Write the data below out in full, exactly as it stands.

++++++

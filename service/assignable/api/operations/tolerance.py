"""Operations of tolerance intervals."""

from __future__ import annotations

from collections.abc import Mapping
from typing import Any

from ...spc import cautions as caution
from ...spc import diagnostics
from ...spc.capability import tolerance
from ...spc.cautions import Caution
from ...spc.errors import UnusableParameter
from ...spc.explain import tolerance as worked
from ...spc.explain.steps import Step
from ...spc.sigma import overall
from .. import problems
from ..contract import Contract
from ..schemas.common import cautions, located
from ..schemas.tolerance import ToleranceAnswer, ToleranceRequest, asked_of

TAG = "Tolerance intervals"


def interval(loaded: dict[str, Any]) -> dict[str, Any]:
    """A tolerance interval, or the sample it needs."""
    given = asked_of(loaded)
    if len(given) != 1:
        raise UnusableParameter.of(
            "one-question",
            "Give the data, or a summary of it, or ask for a sample size.",
            given[1] if given else "data",
        )
    if given == ["sample_size"]:
        return _answer(None, _sample_size(loaded))
    coverage, confidence, sides, method = (
        loaded[name] for name in ("coverage", "confidence", "sides", "method")
    )
    if given == ["summary"]:
        if method == "non-parametric":
            raise UnusableParameter.of(
                "needs-values", "Without a distribution the interval needs the values themselves.", "method"
            )
        known = loaded["summary"]
        with located(data=("summary",)):
            found = tolerance.normal_interval(
                known["count"],
                known["mean"],
                known["sd"],
                coverage=coverage,
                confidence=confidence,
                sides=sides,
                method=method,
            )
        return _answer(found, None)
    values = loaded["data"]["values"]
    values = values[values == values]
    if method == "non-parametric":
        found = tolerance.nonparametric_interval(
            values, coverage=coverage, confidence=confidence, sides=sides
        )
        return _answer(found, None)
    spread = overall(values)
    # Divided before they are added up, so that no size of value overflows; the second pass restores the digits.
    mean = float((values / values.size).sum())
    mean += float(((values - mean) / values.size).sum())
    found = tolerance.normal_interval(
        values.size,
        mean,
        spread.sigma,
        coverage=coverage,
        confidence=confidence,
        sides=sides,
        method=method,
    )
    normality = diagnostics.normality(values)
    return _answer(found, None, normality, caution.collect(_not_normal(normality)))


def _not_normal(found: diagnostics.Normality | None) -> Caution | None:
    if found is None or found.anderson_darling.p_value >= caution.SIGNIFICANCE:
        return None
    p = found.anderson_darling.p_value
    shown = "< 0.0001" if p < 1e-4 else f"= {p:.2g}"
    return Caution(
        "not-normal",
        f"The values do not follow a normal distribution (Anderson-Darling test: p {shown}), "
        "and the interval leans on it in the tails. Use `non-parametric`, or transform the values first.",
        ("method",),
        "dagostino-stephens-1986",
    )


def _sample_size(loaded: dict[str, Any]) -> tolerance.ToleranceSampleSize:
    coverage, confidence, sides, method = (
        loaded[name] for name in ("coverage", "confidence", "sides", "method")
    )
    asked = loaded["sample_size"]
    excess = {name for name in ("excess_coverage", "excess_risk") if name in asked}
    if method == "non-parametric":
        if excess:
            raise UnusableParameter.of(
                "normal-only",
                "A coverage to be exceeded seldom is for the normal interval.",
                "sample_size",
                min(excess),
            )
        return tolerance.nonparametric_size(coverage=coverage, confidence=confidence, sides=sides)
    if method != "normal-exact":
        raise UnusableParameter.of("exact-only", "The sample size is that of the exact interval.", "method")
    if len(excess) != 2:
        raise UnusableParameter.of(
            "excess-missing",
            "Any two values or more give a normal interval; say which coverage it may exceed, and how seldom "
            "(`excess_coverage` and `excess_risk`), or ask for `non-parametric`.",
            "sample_size",
        )
    with located(
        excess_coverage=("sample_size", "excess_coverage"), excess_risk=("sample_size", "excess_risk")
    ):
        return tolerance.normal_size(
            coverage=coverage,
            confidence=confidence,
            excess_coverage=asked["excess_coverage"],
            excess_risk=asked["excess_risk"],
            sides=sides,
        )


def _answer(
    found: tolerance.ToleranceInterval | None,
    size: tolerance.ToleranceSampleSize | None,
    normality: diagnostics.Normality | None = None,
    told: tuple[Caution, ...] = (),
) -> dict[str, Any]:
    return {"interval": found, "sample_size": size, "normality": normality, "cautions": cautions(told)}


def explain(loaded: dict[str, Any], answer: Mapping[str, Any]) -> tuple[Step, ...]:
    """The worked steps of the interval, or of the sample size."""
    if answer["interval"] is None:
        return worked.of_sample_size(answer["sample_size"])
    values = loaded["data"]["values"] if "data" in loaded else None
    return worked.of_interval(None if values is None else values[values == values], answer["interval"])


def register(contract: Contract) -> None:
    """Binds the operation of tolerance intervals."""
    contract.tag(TAG, "Between which values a stated share of the product lies, with a stated confidence.")
    contract.operation(
        "POST",
        "/v1/tolerance-intervals",
        operation_id="computeToleranceInterval",
        tag=TAG,
        summary="Tolerance interval, or its sample size",
        description="From data or a summary: the exact normal interval (two-sided by its integral equation, one-sided "
        "by non-central t), Howe's approximation, or an interval between order statistics. Or how many values an "
        "interval needs: without a distribution, for the extremes to hold the coverage; of a normal one, to exceed a "
        "larger coverage seldom. Sources: wald-wolfowitz-1946, howe-1969, wilks-1941, faulkenberry-weeks-1968.",
        request=ToleranceRequest(),
        response=ToleranceAnswer(),
        problems=(problems.NOT_COMPUTABLE,),
        example=("tolerance-interval", "tolerance-sample-size"),
        provenance="tolerance-interval",
        explain=explain,
    )(interval)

++++++

Exercise solution:
filename service/assignable/api/operations/tolerance.py
"""Operations of tolerance intervals."""

from __future__ import annotations

from collections.abc import Mapping
from typing import Any

from ...spc import cautions as caution
from ...spc import diagnostics
from ...spc.capability import tolerance
from ...spc.cautions import Caution
from ...spc.errors import UnusableParameter
from ...spc.explain import tolerance as worked
from ...spc.explain.steps import Step
from ...spc.sigma import overall
from .. import problems
from ..contract import Contract
from ..schemas.common import cautions, located
from ..schemas.tolerance import ToleranceAnswer, ToleranceRequest, asked_of

TAG = "Tolerance intervals"


def interval(loaded: dict[str, Any]) -> dict[str, Any]:
    """A tolerance interval, or the sample it needs."""
    given = asked_of(loaded)
    if len(given) != 1:
        raise UnusableParameter.of(
            "one-question",
            "Give the data, or a summary of it, or ask for a sample size.",
            given[1] if given else "data",
        )
    if given == ["sample_size"]:
        return _answer(None, _sample_size(loaded))
    coverage, confidence, sides, method = (
        loaded[name] for name in ("coverage", "confidence", "sides", "method")
    )
    if given == ["summary"]:
        if method == "non-parametric":
            raise UnusableParameter.of(
                "needs-values", "Without a distribution the interval needs the values themselves.", "method"
            )
        known = loaded["summary"]
        with located(data=("summary",)):
            found = tolerance.normal_interval(
                known["count"],
                known["mean"],
                known["sd"],
                coverage=coverage,
                confidence=confidence,
                sides=sides,
                method=method,
            )
        return _answer(found, None)
    values = loaded["data"]["values"]
    values = values[values == values]
    if method == "non-parametric":
        found = tolerance.nonparametric_interval(
            values, coverage=coverage, confidence=confidence, sides=sides
        )
        return _answer(found, None)
    spread = overall(values)
    # Divided before they are added up, so that no size of value overflows; the second pass restores the digits.
    mean = float((values / values.size).sum())
    mean += float(((values - mean) / values.size).sum())
    found = tolerance.normal_interval(
        values.size,
        mean,
        spread.sigma,
        coverage=coverage,
        confidence=confidence,
        sides=sides,
        method=method,
    )
    normality = diagnostics.normality(values)
    return _answer(found, None, normality, caution.collect(_not_normal(normality)))


def _not_normal(found: diagnostics.Normality | None) -> Caution | None:
    if found is None or found.anderson_darling.p_value >= caution.SIGNIFICANCE:
        return None
    p = found.anderson_darling.p_value
    shown = "< 0.0001" if p < 1e-4 else f"= {p:.2g}"
    return Caution(
        "not-normal",
        f"The values do not follow a normal distribution (Anderson-Darling test: p {shown}), "
        "and the interval leans on it in the tails. Use `non-parametric`, or transform the values first.",
        ("method",),
        "dagostino-stephens-1986",
    )


def _sample_size(loaded: dict[str, Any]) -> tolerance.ToleranceSampleSize:
    coverage, confidence, sides, method = (
        loaded[name] for name in ("coverage", "confidence", "sides", "method")
    )
    asked = loaded["sample_size"]
    excess = {name for name in ("excess_coverage", "excess_risk") if name in asked}
    if method == "non-parametric":
        if excess:
            raise UnusableParameter.of(
                "normal-only",
                "A coverage to be exceeded seldom is for the normal interval.",
                "sample_size",
                min(excess),
            )
        return tolerance.nonparametric_size(coverage=coverage, confidence=confidence, sides=sides)
    if method != "normal-exact":
        raise UnusableParameter.of("exact-only", "The sample size is that of the exact interval.", "method")
    if len(excess) != 2:
        raise UnusableParameter.of(
            "excess-missing",
            "Any two values or more give a normal interval; say which coverage it may exceed, and how seldom "
            "(`excess_coverage` and `excess_risk`), or ask for `non-parametric`.",
            "sample_size",
        )
    with located(
        excess_coverage=("sample_size", "excess_coverage"), excess_risk=("sample_size", "excess_risk")
    ):
        return tolerance.normal_size(
            coverage=coverage,
            confidence=confidence,
            excess_coverage=asked["excess_coverage"],
            excess_risk=asked["excess_risk"],
            sides=sides,
        )


def _answer(
    found: tolerance.ToleranceInterval | None,
    size: tolerance.ToleranceSampleSize | None,
    normality: diagnostics.Normality | None = None,
    told: tuple[Caution, ...] = (),
) -> dict[str, Any]:
    return {"interval": found, "sample_size": size, "normality": normality, "cautions": cautions(told)}


def explain(loaded: dict[str, Any], answer: Mapping[str, Any]) -> tuple[Step, ...]:
    """The worked steps of the interval, or of the sample size."""
    if answer["interval"] is None:
        return worked.of_sample_size(answer["sample_size"])
    values = loaded["data"]["values"] if "data" in loaded else None
    return worked.of_interval(None if values is None else values[values == values], answer["interval"])


def register(contract: Contract) -> None:
    """Binds the operation of tolerance intervals."""
    contract.tag(TAG, "Between which values a stated share of the product lies, with a stated confidence.")
    contract.operation(
        "POST",
        "/v1/tolerance-intervals",
        operation_id="computeToleranceInterval",
        tag=TAG,
        summary="Tolerance interval, or its sample size",
        description="From data or a summary: the exact normal interval (two-sided by its integral equation, one-sided "
        "by non-central t), Howe's approximation, or an interval between order statistics. Or how many values an "
        "interval needs: without a distribution, for the extremes to hold the coverage; of a normal one, to exceed a "
        "larger coverage seldom. Sources: wald-wolfowitz-1946, howe-1969, wilks-1941, faulkenberry-weeks-1968.",
        request=ToleranceRequest(),
        response=ToleranceAnswer(),
        problems=(problems.NOT_COMPUTABLE,),
        example=("tolerance-interval", "tolerance-sample-size"),
        provenance="tolerance-interval",
        explain=explain,
    )(interval)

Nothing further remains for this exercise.